__SOURCE DATA__.
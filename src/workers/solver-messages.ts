import type { Convention } from '../../shared/optics/convention';
import type { RowChoice, Unplanned } from '../../shared/protocol/choose-solutions';
import type { RowResult, SolvingBench, SolvingTask } from '../../shared/protocol/solve-row';

export interface JobRow {
  readonly expression: string;
  readonly heldFastAxesDeg: readonly number[] | null;
  /** Whether its answer is wanted; the page has the others already. */
  readonly wanted: boolean;
}

/** Rows to solve for one bench. A newer job makes an older one pointless. */
export interface SolverJob {
  readonly job: number;
  readonly bench: SolvingBench;
  readonly convention: Convention;
  readonly task: SolvingTask;
  readonly rows: readonly JobRow[];
}

export interface RowAnswer {
  readonly result: RowResult;
  /** The solution that stands; null for a row that can't be read. */
  readonly choice: RowChoice | null;
}

export type SolverAnswer =
  | { readonly kind: 'bench-unreadable'; readonly job: number; readonly message: string }
  | {
      readonly kind: 'rows';
      readonly job: number;
      readonly answers: readonly { readonly place: number; readonly answer: RowAnswer }[];
      /** Of the rows that were wanted. */
      readonly doneCount: number;
      /** Whether nothing more comes: by the least travel the choices do. */
      readonly done: boolean;
    }
  /** By the least travel the rows depend on one another: their choices come when the last is solved, and are the last answer. */
  | {
      readonly kind: 'choices';
      readonly job: number;
      readonly choices: readonly (RowChoice | null)[];
      /** Why there is no plan; its row is a place among the job's. */
      readonly unplanned: Unplanned | null;
    }
  /** Nothing more comes: the solver met what it was not made for. */
  | { readonly kind: 'failed'; readonly job: number; readonly sentence: string };
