import type { ReactNode } from 'react';
import { RingDial } from '../components/RingDial';
import { RingDialControl } from '../components/RingDialControl';
import { formatDial, formatTheta, formatUncertain } from '../lib/format';
import { type StagePlate, turnedByHand } from './stage-data';
import type { StageSizes } from './stage-layout';

interface Props {
  readonly plate: StagePlate;
  readonly sizes: StageSizes;
  readonly viewedFrom: 'receiver' | 'source';
  readonly before: ReactNode;
  readonly onDial: ((dialDeg: number) => void) | undefined;
}

/** One mount in the beam, the light before it, and under it: name, retardance, θ small and dial large. */
export function PlateOnBeam({ plate, sizes, viewedFrom, before, onDial }: Props) {
  const { name, kind, scale, dialDeg, fastAxisDeg } = plate;
  const ring = { radius: sizes.ringRadius, kind, readingDeg: dialDeg, viewedFrom };
  const byHand = turnedByHand([plate]).length > 0;
  return (
    <>
      <li className="stage-item stage-item-between">{before}</li>
      <li className="stage-item" style={{ minWidth: 2 * sizes.ringRadius }}>
        <span className="stage-zone" style={{ height: sizes.zoneHeight }}>
          <span
            className={onDial === undefined ? 'stage-ring' : 'stage-ring stage-ring-turnable'}
            style={{ width: 2 * sizes.ringRadius, height: 2 * sizes.ringRadius }}
          >
            {onDial === undefined ? (
              <RingDial {...ring} scale={scale} />
            ) : (
              <RingDialControl {...ring} name={name} scale={scale} onChange={onDial} />
            )}
          </span>
        </span>
        <span className="stage-name">
          <strong>{name}</strong>{' '}
          <span className="stage-retardance font-mono">
            {formatUncertain(plate.retardanceDeg, plate.retardanceSigmaDeg, 1)}°
          </span>
        </span>
        <span className="stage-dial-line">
          <span className="stage-theta font-mono">
            <span className="stage-symbol">θ</span> {formatTheta(fastAxisDeg)}°
          </span>{' '}
          <strong className="stage-dial font-mono">
            <span className="sr-only">dial </span>
            {formatDial(dialDeg, scale.resolutionDeg)}
          </strong>
        </span>
        {byHand && plate.solutionDialDeg !== undefined && (
          <span className="stage-second">
            solution{' '}
            <span className="font-mono">{formatDial(plate.solutionDialDeg, scale.resolutionDeg)}</span>
          </span>
        )}
        {viewedFrom === 'source' && <span className="stage-second">as seen from the source</span>}
      </li>
    </>
  );
}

__ABOUT THIS TASK__.
Reproduce the whole listing so that each line matches the original exactly.

__RESPONSE FOR THIS EXERCISE__.
filename src/workers/solver-messages.ts
import type { Convention } from '../../shared/optics/convention';
import type { RowChoice, Unplanned } from '../../shared/protocol/choose-solutions';
import type { RowResult, SolvingBench, SolvingTask } from '../../shared/protocol/solve-row';

export interface JobRow {
  readonly expression: string;
  readonly heldFastAxesDeg: readonly number[] | null;
  /** Whether its answer is wanted; the page has the others already. */
  readonly wanted: boolean;
}

/** Rows to solve for one bench. A newer job makes an older one pointless. */
export interface SolverJob {
  readonly job: number;
  readonly bench: SolvingBench;
  readonly convention: Convention;
  readonly task: SolvingTask;
  readonly rows: readonly JobRow[];
}

export interface RowAnswer {
  readonly result: RowResult;
  /** The solution that stands; null for a row that can't be read. */
  readonly choice: RowChoice | null;
}

export type SolverAnswer =
  | { readonly kind: 'bench-unreadable'; readonly job: number; readonly message: string }
  | {
      readonly kind: 'rows';
      readonly job: number;
      readonly answers: readonly { readonly place: number; readonly answer: RowAnswer }[];
      /** Of the rows that were wanted. */
      readonly doneCount: number;
      /** Whether nothing more comes: by the least travel the choices do. */
      readonly done: boolean;
    }
  /** By the least travel the rows depend on one another: their choices come when the last is solved, and are the last answer. */
  | {
      readonly kind: 'choices';
      readonly job: number;
      readonly choices: readonly (RowChoice | null)[];
      /** Why there is no plan; its row is a place among the job's. */
      readonly unplanned: Unplanned | null;
    }
  /** Nothing more comes: the solver met what it was not made for. */
  | { readonly kind: 'failed'; readonly job: number; readonly sentence: string };
import type { ReactNode } from 'react';
import { RingDial } from '../components/RingDial';
import { RingDialControl } from '../components/RingDialControl';
import { formatDial, formatTheta, formatUncertain } from '../lib/format';
import { type StagePlate, turnedByHand } from './stage-data';
import type { StageSizes } from './stage-layout';

interface Props {
  readonly plate: StagePlate;
  readonly sizes: StageSizes;
  readonly viewedFrom: 'receiver' | 'source';
  readonly before: ReactNode;
  readonly onDial: ((dialDeg: number) => void) | undefined;
}

/** One mount in the beam, the light before it, and under it: name, retardance, θ small and dial large. */
export function PlateOnBeam({ plate, sizes, viewedFrom, before, onDial }: Props) {
  const { name, kind, scale, dialDeg, fastAxisDeg } = plate;
  const ring = { radius: sizes.ringRadius, kind, readingDeg: dialDeg, viewedFrom };
  const byHand = turnedByHand([plate]).length > 0;
  return (
    <>
      <li className="stage-item stage-item-between">{before}</li>
      <li className="stage-item" style={{ minWidth: 2 * sizes.ringRadius }}>
        <span className="stage-zone" style={{ height: sizes.zoneHeight }}>
          <span
            className={onDial === undefined ? 'stage-ring' : 'stage-ring stage-ring-turnable'}
            style={{ width: 2 * sizes.ringRadius, height: 2 * sizes.ringRadius }}
          >
            {onDial === undefined ? (
              <RingDial {...ring} scale={scale} />
            ) : (
              <RingDialControl {...ring} name={name} scale={scale} onChange={onDial} />
            )}
          </span>
        </span>
        <span className="stage-name">
          <strong>{name}</strong>{' '}
          <span className="stage-retardance font-mono">
            {formatUncertain(plate.retardanceDeg, plate.retardanceSigmaDeg, 1)}°
          </span>
        </span>
        <span className="stage-dial-line">
          <span className="stage-theta font-mono">
            <span className="stage-symbol">θ</span> {formatTheta(fastAxisDeg)}°
          </span>{' '}
          <strong className="stage-dial font-mono">
            <span className="sr-only">dial </span>
            {formatDial(dialDeg, scale.resolutionDeg)}
          </strong>
        </span>
        {byHand && plate.solutionDialDeg !== undefined && (
          <span className="stage-second">
            solution{' '}
            <span className="font-mono">{formatDial(plate.solutionDialDeg, scale.resolutionDeg)}</span>
          </span>
        )}
        {viewedFrom === 'source' && <span className="stage-second">as seen from the source</span>}
      </li>
    </>
  );
}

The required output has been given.